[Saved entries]
• • • •

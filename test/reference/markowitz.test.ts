import { Matrix, inverse } from 'ml-matrix';
import { describe, expect, it } from 'vitest';
import type { DenseRiskModel } from '../../src/linalg/risk-model.js';
import { toDenseCovariance } from '../../src/linalg/risk-ops.js';
import { meanVariance } from '../../src/optimize/mean-variance.js';
import { minimumVariance } from '../../src/optimize/minimum-variance.js';
import type { ConstraintSet } from '../../src/optimize/types.js';
import { constantCorrelation, denseFromVolsAndCorrelation, ex3Means, ex3Model, ex4fMeans, ex4fModel, MRT_BLOCK_CORRELATION, MRT_VOLS } from '../helpers/reference-data.js';

// Outside checks for the QP-based Markowitz methods. Published / computed values are listed in
// the project's shared REFERENCES.md; each check names its source beside it.

function budgetOnly(n: number): ConstraintSet {
  return { n, lower: new Float64Array(n).fill(-Infinity), upper: new Float64Array(n).fill(Infinity), budget: 1, groups: [] };
}

function longOnly(n: number): ConstraintSet {
  return { n, lower: new Float64Array(n), upper: new Float64Array(n).fill(Infinity), budget: 1, groups: [] };
}

function maxAbsDiff(a: ArrayLike<number>, b: ArrayLike<number>): number {
  expect(a.length).toBe(b.length);
  let m = 0;
  for (let i = 0; i < a.length; i++) m = Math.max(m, Math.abs(a[i] - b[i]));
  return m;
}

function variance(model: DenseRiskModel, w: ArrayLike<number>): number {
  let v = 0;
  for (let i = 0; i < model.n; i++) for (let j = 0; j < model.n; j++) v += w[i] * model.cov[i * model.n + j] * w[j];
  return v;
}

// EX3 (REFERENCES.md "Markowitz closed forms"; Merton 1972, JFQA 7(4)).
const ex3 = ex3Model();
const ex3Mean = ex3Means();
const EX3_C = 57.20316622691294; // 1ᵀΣ⁻¹1 (REFERENCES.md, computed)
const EX3_A = 5.133509234828497; // 1ᵀΣ⁻¹μ

describe('Markowitz closed forms on EX3 (Merton 1972; values computed in REFERENCES.md)', () => {
  it('global minimum variance: w = Σ⁻¹1/C and variance 1/C', () => {
    const result = minimumVariance(ex3, budgetOnly(3));
    expect(maxAbsDiff(result.weights, [0.642681426814, 0.227552275523, 0.129766297663])).toBeLessThan(1e-9);
    expect(Math.abs(variance(ex3, result.weights) - 1 / EX3_C)).toBeLessThan(1e-12);
    expect(result.diagnostics.kktResidual).toBeLessThan(1e-9);
    expect(result.diagnostics.converged).toBe(true);
  });

  it('budget-only mean-variance, γ = 2 and γ = 5: w = Σ⁻¹(μ − η1)/γ, η = (A − γ)/C', () => {
    const cases: [number, number[]][] = [
      [2, [0.310578105781, 0.301353013530, 0.388068880689]],
      [5, [0.509840098401, 0.257072570726, 0.233087330873]],
    ];
    const sigmaInv = inverse(new Matrix(Array.from({ length: 3 }, (_, i) => Array.from(ex3.cov.subarray(3 * i, 3 * i + 3)))));
    for (const [gamma, expected] of cases) {
      const result = meanVariance(ex3, ex3Mean, budgetOnly(3), gamma);
      expect(maxAbsDiff(result.weights, expected)).toBeLessThan(1e-9);
      // Re-derive the closed form with ml-matrix's inverse (independent of the solver).
      const eta = (EX3_A - gamma) / EX3_C;
      const closed = sigmaInv.mmul(Matrix.columnVector(Array.from(ex3Mean, (m) => (m - eta) / gamma))).to1DArray();
      expect(maxAbsDiff(result.weights, closed)).toBeLessThan(1e-12);
      expect(result.diagnostics.kktResidual).toBeLessThan(1e-9);
    }
  });

  it('sensitivity ∂w/∂μ diagonal at γ = 5 by central finite differences of the solver', () => {
    // REFERENCES.md: ∂w/∂μ = (1/γ)Z(ZᵀΣZ)⁻¹Zᵀ, diagonal (5.125051250513, 5.740057400574, 3.649036490365).
    const gamma = 5;
    const h = 1e-4;
    const diagonal: number[] = [];
    for (let i = 0; i < 3; i++) {
      const up = Float64Array.from(ex3Mean);
      const down = Float64Array.from(ex3Mean);
      up[i] += h;
      down[i] -= h;
      const wUp = meanVariance(ex3, up, budgetOnly(3), gamma).weights;
      const wDown = meanVariance(ex3, down, budgetOnly(3), gamma).weights;
      diagonal.push((wUp[i] - wDown[i]) / (2 * h));
    }
    // The map μ ↦ w is linear here, so central differences are exact up to rounding (~1e-12/h).
    expect(maxAbsDiff(diagonal, [5.125051250513, 5.740057400574, 3.649036490365])).toBeLessThan(1e-9);
    // And the closed form with Z a null-space basis of 1ᵀ, computed with ml-matrix.
    const z = new Matrix([
      [1, 0],
      [-1, 1],
      [0, -1],
    ]);
    const sigma = new Matrix(Array.from({ length: 3 }, (_, i) => Array.from(ex3.cov.subarray(3 * i, 3 * i + 3))));
    const sens = z.mmul(inverse(z.transpose().mmul(sigma).mmul(z))).mmul(z.transpose()).div(gamma);
    expect(maxAbsDiff(diagonal, [sens.get(0, 0), sens.get(1, 1), sens.get(2, 2)])).toBeLessThan(1e-9);
  });
});

// EX4F (REFERENCES.md "Factor form").
const ex4f = ex4fModel();
const ex4fMean = ex4fMeans();

describe('factor-form mean-variance on EX4F (REFERENCES.md, computed)', () => {
  it('λ_f = 4, λ_s = 10 → w = M⁻¹(μ − η1), M = λ_f BFBᵀ + λ_s D', () => {
    const result = meanVariance(ex4f, ex4fMean, budgetOnly(4), { factor: 4, specific: 10 });
    expect(maxAbsDiff(result.weights, [0.383650128362, 0.248291923166, 0.196069786818, 0.171988161654])).toBeLessThan(1e-9);
    expect(result.diagnostics.solver).toContain('factor');
    expect(result.diagnostics.kktResidual).toBeLessThan(1e-9);
  });

  it('λ_f = λ_s = 5 equals plain γ = 5 on the expanded Σ = BFBᵀ + D', () => {
    const factorForm = meanVariance(ex4f, ex4fMean, budgetOnly(4), { factor: 5, specific: 5 });
    const dense: DenseRiskModel = { kind: 'dense', n: 4, cov: toDenseCovariance(ex4f) };
    const plain = meanVariance(dense, ex4fMean, budgetOnly(4), 5);
    expect(maxAbsDiff(factorForm.weights, plain.weights)).toBeLessThan(1e-12);
    // Closed form with ml-matrix: w = Σ⁻¹(μ − η1)/γ, η = (1ᵀΣ⁻¹μ − γ)/(1ᵀΣ⁻¹1).
    const inv = inverse(new Matrix(Array.from({ length: 4 }, (_, i) => Array.from(dense.cov.subarray(4 * i, 4 * i + 4)))));
    const ones = Matrix.columnVector([1, 1, 1, 1]);
    const a = ones.transpose().mmul(inv).mmul(Matrix.columnVector(Array.from(ex4fMean))).get(0, 0);
    const c = ones.transpose().mmul(inv).mmul(ones).get(0, 0);
    const eta = (a - 5) / c;
    const closed = inv.mmul(Matrix.columnVector(Array.from(ex4fMean, (m) => (m - eta) / 5))).to1DArray();
    expect(maxAbsDiff(factorForm.weights, closed)).toBeLessThan(1e-12);
  });
});

// Maillard, Roncalli & Teïletche (2010), J. Portfolio Management 36(4): long-only minimum variance
// for σ = (10, 20, 30, 40) % (values as listed in REFERENCES.md, "Risk parity").
const VOLS = MRT_VOLS;

describe('long-only minimum variance (Maillard, Roncalli & Teïletche 2010)', () => {
  it('block correlation [[1,.8,0,0],[.8,1,0,0],[0,0,1,−.5],[0,0,−.5,1]] → (108, 0, 22, 15)/145, vol 0.0863033943', () => {
    const model = denseFromVolsAndCorrelation(VOLS, MRT_BLOCK_CORRELATION);
    const result = minimumVariance(model, longOnly(4));
    expect(maxAbsDiff(result.weights, [108 / 145, 0, 22 / 145, 15 / 145])).toBeLessThan(1e-9);
    expect(Math.abs(Math.sqrt(variance(model, result.weights)) - 0.0863033943)).toBeLessThan(1e-10);
    expect(result.diagnostics.kktResidual).toBeLessThan(1e-9);
  });

  it('constant ρ = 0.5 → (1, 0, 0, 0)', () => {
    const result = minimumVariance(denseFromVolsAndCorrelation(VOLS, constantCorrelation(4, 0.5)), longOnly(4));
    expect(maxAbsDiff(result.weights, [1, 0, 0, 0])).toBeLessThan(1e-9);
  });

  it('constant ρ = 0 → ∝ 1/σ² = (0.7024390244, 0.1756097561, 0.0780487805, 0.0439024390)', () => {
    const result = minimumVariance(denseFromVolsAndCorrelation(VOLS, constantCorrelation(4, 0)), longOnly(4));
    const inv = VOLS.map((s) => 1 / (s * s));
    const total = inv.reduce((a, b) => a + b, 0);
    expect(maxAbsDiff(result.weights, inv.map((v) => v / total))).toBeLessThan(1e-9);
    expect(maxAbsDiff(result.weights, [0.7024390244, 0.1756097561, 0.078048780500, 0.043902439])).toBeLessThan(1e-9);
  });
});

• • • •

**Your goal**
Retype exactly the lines above, from the one with "const up = Float64Array.from(ex3Mean);" through the one with "expect(result.diagnostics.solver).toContain('factor');", inclusive.

**Expected answer**
      const up = Float64Array.from(ex3Mean);
      const down = Float64Array.from(ex3Mean);
      up[i] += h;
      down[i] -= h;
      const wUp = meanVariance(ex3, up, budgetOnly(3), gamma).weights;
      const wDown = meanVariance(ex3, down, budgetOnly(3), gamma).weights;
      diagonal.push((wUp[i] - wDown[i]) / (2 * h));
    }
    // The map μ ↦ w is linear here, so central differences are exact up to rounding (~1e-12/h).
    expect(maxAbsDiff(diagonal, [5.125051250513, 5.740057400574, 3.649036490365])).toBeLessThan(1e-9);
    // And the closed form with Z a null-space basis of 1ᵀ, computed with ml-matrix.
    const z = new Matrix([
      [1, 0],
      [-1, 1],
      [0, -1],
    ]);
    const sigma = new Matrix(Array.from({ length: 3 }, (_, i) => Array.from(ex3.cov.subarray(3 * i, 3 * i + 3))));
    const sens = z.mmul(inverse(z.transpose().mmul(sigma).mmul(z))).mmul(z.transpose()).div(gamma);
    expect(maxAbsDiff(diagonal, [sens.get(0, 0), sens.get(1, 1), sens.get(2, 2)])).toBeLessThan(1e-9);
  });
});

// EX4F (REFERENCES.md "Factor form").
const ex4f = ex4fModel();
const ex4fMean = ex4fMeans();

describe('factor-form mean-variance on EX4F (REFERENCES.md, computed)', () => {
  it('λ_f = 4, λ_s = 10 → w = M⁻¹(μ − η1), M = λ_f BFBᵀ + λ_s D', () => {
    const result = meanVariance(ex4f, ex4fMean, budgetOnly(4), { factor: 4, specific: 10 });
    expect(maxAbsDiff(result.weights, [0.383650128362, 0.248291923166, 0.196069786818, 0.171988161654])).toBeLessThan(1e-9);
    expect(result.diagnostics.solver).toContain('factor');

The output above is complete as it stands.